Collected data
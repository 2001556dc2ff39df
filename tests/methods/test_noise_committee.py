"""The committee filter (Brodley and Friedl 1999) against scikit-learn and its definition.

* With one model, a majority vote and ``min_doubt = 0`` (the filter as
  published), the filter is the plain out-of-fold
  misclassification filter: the rows where scikit-learn's
  ``cross_val_predict`` (same model, same ``StratifiedKFold`` folds) predicts
  another label.
* Brodley and Friedl (1999): every row the consensus filter removes, the
  majority filter removes too (all models disagreeing is a majority).
* The input's labels are never changed; ``relabel`` and ``report`` keep every
  row and flag the same rows that ``remove`` removes.

Data: scikit-learn's bundled wine, breast cancer and iris tables (open data
shipped in a package), range-normalised, with 10% of labels flipped (seeded).
"""

from __future__ import annotations

import numpy as np
import open_data
import pytest
from sklearn.linear_model import LogisticRegression
from sklearn.model_selection import StratifiedKFold, cross_val_predict
from sklearn.neighbors import KNeighborsClassifier
from sklearn.preprocessing import MinMaxScaler
from sklearn.tree import DecisionTreeClassifier

from curate.methods.noise import committee
from curate.space import Space


def noisy(name: str, seed: int = 0, rate: float = 0.1) -> tuple[np.ndarray, np.ndarray]:
    X, y = open_data.load(name)
    y = np.asarray(y).copy()
    rng = np.random.default_rng(seed)
    chosen = rng.choice(len(y), int(rate * len(y)), replace=False)
    k = len(np.unique(y))
    y[chosen] = (y[chosen] + rng.integers(1, k, len(chosen))) % k
    return MinMaxScaler().fit_transform(X), y


def everyone(n: int) -> np.ndarray:
    return np.ones(n, dtype=bool)


@pytest.mark.parametrize(("entry", "reference"), [
    ("linear", LogisticRegression(C=100.0, max_iter=1000, random_state=4)),
    ({"model": "knn", "params": {"k": 5}}, KNeighborsClassifier(n_neighbors=5)),
    ("tree", DecisionTreeClassifier(criterion="entropy", min_samples_leaf=2, random_state=4)),
])
@pytest.mark.parametrize("name", ["wine", "breast_cancer"])
def test_one_model_majority_is_the_misclassified_out_of_fold_filter(entry, reference,
                                                                     name) -> None:
    X, y = noisy(name, seed=2)
    split = StratifiedKFold(n_splits=5, shuffle=True, random_state=4)
    predicted = cross_val_predict(reference, X, y, cv=split)
    sel = committee(Space.from_matrix(X), y, removable=everyone(len(y)), seed=4,
                    models=[entry], folds=5, vote="majority", min_doubt=0.0)
    assert sel.removed.tolist() == np.flatnonzero(predicted != y).tolist()
    assert sel.suggested[sel.removed].tolist() == predicted[predicted != y].tolist()


@pytest.mark.parametrize("name", ["wine", "breast_cancer", "iris"])
@pytest.mark.parametrize("seed", [0, 1])
def test_consensus_removes_a_subset_of_majority(name, seed) -> None:
    """Brodley and Friedl (1999): consensus filter's removals lie within the majority's."""
    X, y = noisy(name, seed=seed)
    space = Space.from_matrix(X)
    models = ["knn", {"model": "trees", "params": {"n_estimators": 25}}, "linear"]
    majority = committee(space, y, removable=everyone(len(y)), seed=seed, models=models,
                         vote="majority", min_doubt=0.0)
    consensus = committee(space, y, removable=everyone(len(y)), seed=seed, models=models,
                          vote="consensus", min_doubt=0.0)
    assert set(consensus.removed.tolist()) <= set(majority.removed.tolist())
    assert len(majority.removed) > 0


def test_min_doubt_only_narrows_the_vote() -> None:
    """A doubt floor keeps the flagged rows whose doubt reaches it, and only those."""
    X, y = noisy("wine", seed=4)
    space = Space.from_matrix(X)
    plain = committee(space, y, removable=everyone(len(y)), models=["knn", "linear"],
                      min_doubt=0.0)
    floor = committee(space, y, removable=everyone(len(y)), models=["knn", "linear"],
                      min_doubt=0.8)
    doubt = plain.scores["doubt"]
    assert floor.removed.tolist() == [i for i in plain.removed.tolist() if doubt[i] >= 0.8]


def test_relabel_and_report_keep_every_row_and_never_touch_the_labels() -> None:
    X, y = noisy("wine", seed=3)
    before = y.copy()
    space = Space.from_matrix(X)
    models = ["knn", "linear"]
    removed = committee(space, y, removable=everyone(len(y)), models=models)
    for action in ("relabel", "report"):
        sel = committee(space, y, removable=everyone(len(y)), models=models, action=action)
        assert len(sel.removed) == 0 and len(sel.kept) == len(y)
        assert sel.flagged is not None
        assert sel.flagged.removed.tolist() == removed.removed.tolist()
        assert sel.flagged.detail == removed.detail
        has = np.flatnonzero([s is not None for s in sel.suggested])
        assert has.tolist() == removed.removed.tolist()
        assert all(sel.suggested[i] != y[i] for i in has)
    assert np.array_equal(y, before)
    assert removed.flagged is None


def test_rows_outside_removable_are_scored_but_never_flagged() -> None:
    X, y = noisy("wine", seed=5)
    removable = y != 0
    sel = committee(Space.from_matrix(X), y, removable=removable, models=["knn", "linear"])
    assert np.all(removable[sel.removed])
    assert sel.scores["doubt"].shape == (len(y),)
    assert np.all((sel.scores["doubt"] >= 0) & (sel.scores["doubt"] <= 1))


def test_audit_sentence_names_the_probability_and_the_vote() -> None:
    """The plain sentence the issue asks for; the vote counts are scikit-learn's predictions."""
    X, y = noisy("iris", seed=1)
    split = StratifiedKFold(n_splits=5, shuffle=True, random_state=0)
    predicted = cross_val_predict(KNeighborsClassifier(n_neighbors=5), X, y, cv=split)
    sel = committee(Space.from_matrix(X), y, removable=everyone(len(y)), models=["knn"],
                    min_doubt=0.0)
    first = int(sel.removed[0])
    assert sel.detail[0].startswith(f"out-of-fold probability of its label {str(y[first])!r} ")
    assert sel.detail[0].endswith(f"the committee votes 1 of 1 for {str(predicted[first])!r}")
    assert len(sel.neighbours[0]) == 5
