"""An invented demo scenario: sensor snapshots of a pump fleet, with known faults.

Every name here is invented: the sites, the pump model codes and the notes
describe no real place, product or person. Each row is one sensor snapshot of
one pump, labelled by a field technician with a condition class. The sensors
follow a rough physics sketch (load drives flow, head and current; each fault
bends them its own way) with overlap between classes, and the data carries
seeded faults that curate should find:

- ``label-flip``: the technician chose a wrong but plausible class;
- ``re-sent``: a full copy of an earlier row under a new ``reading_id``;
- ``schema``: one sensor out of its physical range (never a missing value);
- ``conflict``: an earlier row's sensor values re-sent with another label.

:func:`generate` returns the readings and the ground truth (one row per
injected fault); :func:`write` stores both as files.
"""

from __future__ import annotations

import os
from pathlib import Path
from types import MappingProxyType

import numpy as np
import polars as pl

from curate.errors import UsageError

__all__ = ["CONDITIONS", "FAULT_SHARES", "FEATURES", "MODELS", "RANGES", "SHIFTS", "SITES",
           "generate", "write"]
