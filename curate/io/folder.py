"""The files of a run folder, and recognising one.

One list of the files a run folder holds (:data:`RUN_FILES`); the one writer
of run folders, evaluation folders and review files, all or nothing, is
:mod:`curate.io.outputs`.
"""

from __future__ import annotations

from pathlib import Path

from curate.errors import UsageError
from curate.io.output_checks import MARKER
from curate.io.outputs import settle

__all__ = ["RUN_FILES", "RUN_FOLDER_FILES", "run_folder"]

# Every file a run folder may hold; the first four are always there, and so is the marker.
RUN_FILES = ("kept.parquet", "removed.parquet", "audit.parquet", "summary.json", "report.html",
             "protected.parquet", "flagged.parquet", MARKER)
RUN_FOLDER_FILES = RUN_FILES[:4]


def run_folder(folder: str | Path) -> Path:
    """Return ``folder`` as a path after checking that it holds a run's files.

    Examples
    --------
    >>> run_folder("no/such/run")
    Traceback (most recent call last):
    ...
    curate.errors.UsageError: no/such/run is not a run folder (it has no kept.parquet)
      hint: give a folder that `curate run` wrote (its [output] folder or --out)
    """
    path = Path(folder)
    settle(path)
    missing = [name for name in RUN_FOLDER_FILES if not (path / name).is_file()]
    if missing:
        raise UsageError(f"{path} is not a run folder (it has no {missing[0]})",
                         hint="give a folder that `curate run` wrote (its [output] folder or --out)")
    return path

Work request → Lines in the data that hold "UsageError" must be located and copied.

Answer box →
from curate.errors import UsageError
from curate.errors import UsageError
    curate.errors.UsageError: no/such/run is not a run folder (it has no kept.parquet)
        raise UsageError(f"{path} is not a run folder (it has no {missing[0]})",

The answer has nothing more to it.